Близость религиозной модели и религиозной терминологии у славян и иранцев объясняется, по-видимому, как сохранением и.-е. наследия, так и одинаковым развитием. Славяно-иранская близость тем более показательна, что вообще и.-е. языки в религиозном словаре в основном расходятся»
{239}. Другие специалисты вообще допускают существование славяно-иранской языковой общности на определенном этапе. В силу этого нет ничего удивительного, что как отдельные образы, так и целые генеалогические схемы иранской мифологии оказали влияние на славянскую.
Поскольку в центре нашего внимания оказывается Трайтаона, рассмотрим, могли ли наши далекие предки ознакомиться с образом этого мифического драконоборца. В средневековом эпосе «Шахнаме» он освобождает от гнета чудовища, изображенного уже в виде арабского принца с выросшими из его плеч змеями, собственно Иран. Однако в Авесте, древнейшем памятнике иранской мифологии, он упоминается в относительной близости от мифической реки Рангхи, которая, наряду с ведийской Расой, является древнейшим названием Волги. Уже в «Видевдат» страна, где родился Трайтаона, помещается недалеко от истоков Ранхи: «В-четырнадцатых, наилучшую из стран и мест обитания я, Ахура-Мазда, сотворил: Варну четырёхугольную, где родился Трайтаона, убивший Змея-Дахаку. (…) В-шестнадцатых, наилучшую из стран и мест обитания я, Ахура-Мазда, сотворил: [страну] у истоков Ранхи, которая управляется без правителей»

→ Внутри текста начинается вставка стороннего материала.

import type { SavedDefrostPlan } from '#shared/contracts/defrost-plans';
import {
  breachInWords,
  clockText,
  noteInWords,
  percentText,
  type DefrostSpeech,
} from '#shared/contracts/defrost-words';
import { formatQuantity } from '#shared/units/format';
import { gap, type Block } from '../../pdf/block';
import { factGrid } from '../../pdf/fact-grid';
import { drawOutcomeMark } from '../../pdf/outcome-mark';
import { PAGE, TEXT_WIDTH } from '../../pdf/page-geometry';
import { paragraph } from '../../pdf/paragraph';
import { ruledTable } from '../../pdf/ruled-table';
import { STYLES } from '../../pdf/text-style';
import { defrostChartBlocks, startsText } from './defrost-chart-blocks';
import { SECTION_WORDS as WORDS } from './defrost-section-words';
import { beginChapter, DEFROST_KEY, say, type DocumentContext } from './document-context';

/** The defrost plan that counted when the package was asked for; nothing when there was none. */
export async function drawDefrostPlan(context: DocumentContext): Promise<void> {
  const { sheet, content, format } = context;
  const saved = content.defrostPlan;
  if (!saved) return;
  const title = say(context, WORDS.title);
  const version = `${say(context, WORDS.saved)} ${saved.version} ${say(context, WORDS.by)} ${saved.createdByName}, ${format.dateTime(saved.createdAt)}`;
  sheet.newPage();
  sheet.runningHead = title;
  sheet.openPart('Sect');
  beginChapter(context, DEFROST_KEY, title);
  await sheet.place([
    ...paragraph(sheet, title, STYLES.chapter, { tag: 'H1' }),
    ...paragraph(sheet, version, STYLES.small),
    gap(8),
  ]);
  await sheet.place(findingBlocks(context, saved));
  await sheet.place(paragraph(sheet, say(context, WORDS.keyOfChart), STYLES.small));
  await sheet.place([gap(6), ...defrostChartBlocks(context, saved)]);
  await sheet.place(ruleBlocks(context, saved));
  await sheet.place(startBlocks(context, saved));
  sheet.closePart();
  sheet.runningHead = null;
}

function findingBlocks(context: DocumentContext, saved: SavedDefrostPlan): Block[] {
  const { sheet } = context;
  const speech = speechOf(context, saved);
  const sentences = saved.breaches.map((breach) => breachInWords(breach, speech));
  const notes = saved.notes.map((note) => noteInWords(note, speech));
  const ornament = (page: typeof sheet, baseline: number): void =>
    drawOutcomeMark(page, PAGE.left + 5, baseline - 3, 'outside', 'high');
  const indent = { x: PAGE.left + 16, width: TEXT_WIDTH - 16 };
  const breaches =
    sentences.length === 0
      ? paragraph(sheet, say(context, WORDS.noBreach), STYLES.strong)
      : [
          ...paragraph(sheet, say(context, WORDS.breaches), STYLES.step, { tag: 'H2' }),
          ...sentences.flatMap((text) => paragraph(sheet, text, STYLES.body, { ...indent, ornament })),
        ];
  const known =
    notes.length === 0
      ? []
      : [
          gap(6),
          ...paragraph(sheet, say(context, WORDS.notes), STYLES.step, { tag: 'H2' }),
          ...notes.flatMap((text) => paragraph(sheet, text, STYLES.small)),
        ];
  return [...breaches, ...known, gap(8)];
}

function ruleBlocks(context: DocumentContext, { rules }: SavedDefrostPlan): Block[] {
  const { sheet, format, language } = context;
  const fact = (label: keyof typeof WORDS, value: string) => ({ label: say(context, WORDS[label]), value });
  const none = say(context, WORDS.none);
  const running = [
    ...(rules.leastRunningLoadForHotGasW === null
      ? []
      : [format.ofDimension(rules.leastRunningLoadForHotGasW, 'heatFlow')]),
    ...(rules.leastRunningShareForHotGas === null
      ? []
      : [percentText(rules.leastRunningShareForHotGas, language)]),
  ].join(', ');
  const quiet = rules.quietHours.map(({ fromS, toS }) => `${clockText(fromS)}–${clockText(toS)}`).join(', ');
  const heaters = rules.largestHeaterDemandW;
  return [
    gap(12),
    ...paragraph(sheet, say(context, WORDS.rules), STYLES.section, { tag: 'H2' }),
    ...paragraph(sheet, say(context, WORDS.rulesNote), STYLES.small, { keepWithNext: true }),
    { ...gap(4), keepWithNext: true },
    ...factGrid(
      sheet,
      [
        fact('largestShare', percentText(rules.largestShareOfLoad, language)),
        fact('largestHotGas', percentText(rules.largestShareInHotGas, language)),
        fact('leastGap', formatQuantity(rules.leastGapBetweenStartsS, 'min', language)),
        fact('quietHours', quiet || none),
        fact('largestHeaters', heaters === null ? none : formatQuantity(heaters, 'kW_el', language)),
        fact('leastRunning', running || none),
      ],
      2,
    ),
    gap(12),
  ];
}

function startBlocks(context: DocumentContext, saved: SavedDefrostPlan): Block[] {
  const { sheet, words, language } = context;
  const minutes = (seconds: number): string => formatQuantity(seconds, 'min', language);
  const columns = [
    { title: words.columns.circuit, share: 14, style: STYLES.mono },
    { title: words.facts.suctionGroup, share: 12 },
    { title: words.facts.defrost, share: 18 },
    { title: say(context, WORDS.lasts), share: 26, style: STYLES.mono },
    { title: say(context, WORDS.starts), share: 38, style: STYLES.mono },
  ];
  const rows = saved.circuits.map((circuit) => {
    const isNone = circuit.type === 'none';
    const drip = circuit.dripS > 0 ? ` + ${minutes(circuit.dripS)}` : '';
    return [
      { text: circuit.code },
      { text: circuit.groupName },
      { text: words.defrosts[circuit.type] },
      { text: isNone ? '—' : `${minutes(circuit.durationS)}${drip}` },
      { text: startsText(saved.plan, circuit.id) || (isNone ? '—' : say(context, WORDS.noStart)) },
    ];
  });
  return [
    ...paragraph(sheet, say(context, WORDS.starts), STYLES.section, { tag: 'H2' }),
    ...ruledTable(sheet, columns, rows, { hasRowHeads: true, padding: 2.5 }),
  ];
}

function speechOf({ language, content }: DocumentContext, saved: SavedDefrostPlan): DefrostSpeech {
  const codes = new Map<string, string>(saved.circuits.map(({ id, code }) => [id, code]));
  return {
    language,
    unitSystem: content.opening.unitSystem,
    rules: saved.rules,
    codeOf: (id) => codes.get(id) ?? id,
  };
}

{240}. Как видим, Варну и истоки Ранхи разделяет только одна страна. Подтверждает эту локализацию и другой миф, изложенный в «Ардвисур-яште»:
Молился Ардви-Суре
Тот Паурва вдохновенный,
Трайтаоной могучим
Заброшенный высоко
В обличье хищной птицы.
Пролетав так «три дня, три ночи», он взмолился, прося о спасении богиню Ардви-Суру, умоляя позволить ему достигнуть «воды широкой Ранхи и дома своего». Богиня откликнулась на его зов и забросила его домой
{241}. Как видим, и в этом случае Трайтаона оказывается где-то относительно недалеко от Ранхи, поскольку в противном случае он вряд ли бы мог забросить в небо жившего на ее берегах Паурву. Нахождение этого героя-змееборца относительно недалеко от Волги приобретает тем большее значение, если учесть, что именно от древнейшего индоарийского названия этой реки наш народ и получил свое имя.